To-day, nearly the whole population of German East Africa is
clothed in imported calico. This was not always the case; even now in
some parts of the north dressed skins are still the prevailing wear,
and in the north-western districts—east and north of Lake
Tanganyika—lies a zone where bark-cloth has not yet been
superseded. Probably not many generations have passed since such
bark fabrics and kilts of skins were the only clothing even in the
south. Even to-day, large quantities of this bright-red or drab
material are still to be found; but if we wish to see it, we must look in
the granaries and on the drying stages inside the native huts, where
it serves less ambitious uses as wrappings for those seeds and fruits
which require to be packed with special care. The salt produced at
Masasi, too, is packed for transport to a distance in large sheets of
bark-cloth. Wherever I found it in any degree possible, I studied the
process of making this cloth. The native requisitioned for the
purpose arrived, carrying a log between two and three yards long and
as thick as his thigh, and nothing else except a curiously-shaped
mallet and the usual long, sharp and pointed knife which all men and
boys wear in a belt at their backs without a sheath—horribile dictu!
[51]
Silently he squats down before me, and with two rapid cuts has
drawn a couple of circles round the log some two yards apart, and
slits the bark lengthwise between them with the point of his knife.
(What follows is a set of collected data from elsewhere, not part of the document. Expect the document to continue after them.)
def _summed(terms, r: np.ndarray) -> np.ndarray:
    """The sum of the terms at r, on r's shape, in double (complex when a term is): 0 + t_1(r) + t_2(r) ...;
    one term's own array is taken as it is when it already has that shape and type (0.0 + v is v, -0.0 aside)."""
    if len(terms) == 1:
        v = np.asarray(terms[0](r))
        if v.shape == r.shape and v.dtype in (np.float64, np.complex128):
            return v + 0.0
    out = np.zeros_like(r, dtype=float)
    for t in terms:
        out = out + t(r)
    return out


@dataclass(frozen=True)
class Potential:
    """A sum of vector terms and Lorentz-scalar terms.

    Notes
    -----
    The total vector potential is V(r) = sum of the vector terms; the scalar
    potential S(r) = sum of the scalar terms. In the Dirac equation S adds to
    the rest energy (m c^2 -> m c^2 + S); the Schrodinger equation sees V + S.
    """

    vector: tuple[Term, ...] = ()
    scalar: tuple[Term, ...] = ()
    description: str = field(default="")

    def V(self, r) -> np.ndarray:
        return _summed(self.vector, np.asarray(r))

    def S(self, r) -> np.ndarray:
        return _summed(self.scalar, np.asarray(r))

    def continued(self, z) -> np.ndarray:
        """V at complex radii ``z`` (bohr): the sum of the vector terms' analytic continuations
        (:meth:`Term.continued`).

        Raises
        ------
        ValueError
            When a term has none, or the potential has scalar terms (complex scaling continues V only).
        """
        z = np.asarray(z, dtype=complex)
        if self.scalar:
            raise ValueError("analytic: analytic=True (--analytic) continues the vector potential only; this "
                             "potential has scalar terms: give analytic= a function of complex r, or solve without them")
        total = np.zeros_like(z)
        for t in self.vector:
            w = t.continued(z)
            if w is None:
                raise ValueError(f"analytic: the term {getattr(t, 'label', t.name)!r} has no analytic continuation "
                                 "to complex r here (analytic=True, --analytic, continues expressions and coulomb "
                                 "terms); write it as an expression (--expr), or give analytic= a function of "
                                 "complex r")
            total = total + w
        return total

    @property
    def z_vector(self) -> float:
        return float(sum(t.origin_charge for t in self.vector))

    @property
    def z_scalar(self) -> float:
        return float(sum(t.origin_charge for t in self.scalar))

    def spin_orbit(self, r):
        """Sum of the terms' spin-orbit radial factors, or None when no term has one."""
        parts = [u for u in (t.spin_orbit(r) for t in self.vector + self.scalar) if u is not None]
        return sum(parts) if parts else None

    @property
    def has_spin_orbit(self) -> bool:
        """Whether some term carries a spin-orbit factor (:meth:`spin_orbit` is not None)."""
        return self.spin_orbit(np.array([1.0])) is not None

    @property
    def breakpoints(self) -> tuple[float, ...]:
        """Sorted radii where some term is not smooth."""
        return tuple(sorted({float(b) for t in self.vector + self.scalar for b in t.breakpoints}))

    @property
    def confining(self) -> bool:
        return any(t.far == "confining" for t in self.vector + self.scalar)

    @property
    def tail_charge(self) -> float:
        """Z_inf of the far tail -Z_inf/r, vector and scalar terms together (what the Schrodinger
        equation sees): the sum of :attr:`vector_tail_charge` and :attr:`scalar_tail_charge`, added
        term by term in one pass."""
        return float(sum(t.tail_charge for t in self.vector + self.scalar))

    @property
    def vector_tail_charge(self) -> float:
        """Z_inf of the vector terms' far tail -Z_inf/r."""
        return float(sum(t.tail_charge for t in self.vector))

    @property
    def scalar_tail_charge(self) -> float:
        """Z_inf of the scalar terms' far tail -Z_inf/r (0 for every built-in scalar well but a
        Coulomb-like one)."""
        return float(sum(t.tail_charge for t in self.scalar))

    @property
    def far_constant(self) -> float:
        """V_inf of the vector terms (a scalar constant is a mass shift, not a threshold)."""
        return float(sum(t.far_constant for t in self.vector))

    @property
    def scalar_far_constant(self) -> float:
        """S_inf: the constant the scalar terms tend to far out (hartree)."""
        return float(sum(t.far_constant for t in self.scalar))

    @property
    def origin_inverse_square(self) -> float:
        """Sum of the terms' 1/r^2 coefficients at the origin (vector and scalar terms)."""
        return float(sum(t.origin_inverse_square for t in self.vector + self.scalar))

    def origin_fall(self, scalar: bool = True) -> tuple[np.ndarray, np.ndarray] | None:
        """(r, r^2 V) at r = 1e-12, 1e-11, 1e-10 bohr when V (+ S with ``scalar``) falls faster than
        -1/r^2 at the origin, else None (see :func:`_falling_core`)."""
        return _origin_probe(lambda r: r * r * (np.real(self.V(r)) + (np.real(self.S(r)) if scalar else 0.0)),
                             _falling_core)

    def scalar_origin_fall(self) -> tuple[np.ndarray, np.ndarray] | None:
        """(r, r S) at r = 1e-12, 1e-11, 1e-10 bohr when the scalar S falls faster than -1/r at the
        origin, else None (see :func:`_falling_core`). The relativistic equations take S squared, as
        (m c^2 + S)^2: such a scalar is a core steeper than 1/r^2 behind a zero of m c^2 + S."""
        return _origin_probe(lambda r: r * np.real(self.S(r)), _falling_core)

    def vector_origin_steep(self) -> tuple[np.ndarray, np.ndarray] | None:
        """(r, r |V|) at r = 1e-12, 1e-11, 1e-10 bohr when |V| grows faster than 1/r towards the origin, of
        either sign, else None (see :func:`_steep_core`). The relativistic equations take V squared, so such
        a V is a core steeper than 1/r^2 there."""
        return _origin_probe(lambda r: r * np.abs(np.real(self.V(r))), _steep_core)

    @property
    def tail_inverse_square(self) -> float:
        """Sum of the terms' 1/r^2 coefficients far out, B of V + S ~ -Z_inf/r + B/r^2 (vector and scalar
        terms; hartree bohr^2)."""
        return float(sum(t.tail_inverse_square for t in self.vector + self.scalar))

    @property
    def slow_tail(self) -> float:
        """The smallest power s of the terms' attractive tails falling off slower than 1/r^2 (not Coulomb;
        :attr:`Term.slow_tail`), else 0."""
        return min((t.slow_tail for t in self.vector + self.scalar if t.slow_tail), default=0.0)

    @property
    def name(self) -> str:
        """Short description: term names joined by ' + ', scalar terms marked."""
        parts = [getattr(t, "label", t.name) for t in self.vector]
        parts += [f"scalar {getattr(t, 'label', t.name)}" for t in self.scalar]
        return " + ".join(parts)

    def __repr__(self) -> str:
        parts = [repr(t) for t in self.vector] + [f"scalar {t!r}" for t in self.scalar]
        return "Potential(" + " + ".join(parts) + ")"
With evident care, he then scrapes off the outer rind all round the
log, so that in a quarter of an hour the inner red layer of the bark
shows up brightly-coloured between the two untouched ends. With
some trouble and much caution, he now loosens the bark at one end,
and opens the cylinder. He then stands up, takes hold of the free
edge with both hands, and turning it inside out, slowly but steadily
pulls it off in one piece. Now comes the troublesome work of
scraping all superfluous particles of outer bark from the outside of
the long, narrow piece of material, while the inner side is carefully
scrutinised for defective spots. At last it is ready for beating. Having
signalled to a friend, who immediately places a bowl of water beside
him, the artificer damps his sheet of bark all over, seizes his mallet,
lays one end of the stuff on the smoothest spot of the log, and
hammers away slowly but continuously. “Very simple!” I think to
myself. “Why, I could do that, too!”—but I am forced to change my
opinions a little later on; for the beating is quite an art, if the fabric is
not to be beaten to pieces. To prevent the breaking of the fibres, the
stuff is several times folded across, so as to interpose several
thicknesses between the mallet and the block. At last the required
state is reached, and the fundi seizes the sheet, still folded, by both
ends, and wrings it out, or calls an assistant to take one end while he
holds the other. The cloth produced in this way is not nearly so fine
and uniform in texture as the famous Uganda bark-cloth, but it is
quite soft, and, above all, cheap.
Now, too, I examine the mallet. My craftsman has been using the
simpler but better form of this implement, a conical block of some
hard wood, its base—the striking surface—being scored across and
across with more or less deeply-cut grooves, and the handle stuck
into a hole in the middle. The other and earlier form of mallet is
shaped in the same way, but the head is fastened by an ingenious
network of bark strips into the split bamboo serving as a handle. The
observation so often made, that ancient customs persist longest in
connection with religious ceremonies and in the life of children, here
finds confirmation. As we shall soon see, bark-cloth is still worn
during the unyago,[52] having been prepared with special solemn
ceremonies; and many a mother, if she has no other garment handy,
will still put her little one into a kilt of bark-cloth, which, after all,
looks better, besides being more in keeping with its African
surroundings, than the ridiculous bit of print from Ulaya.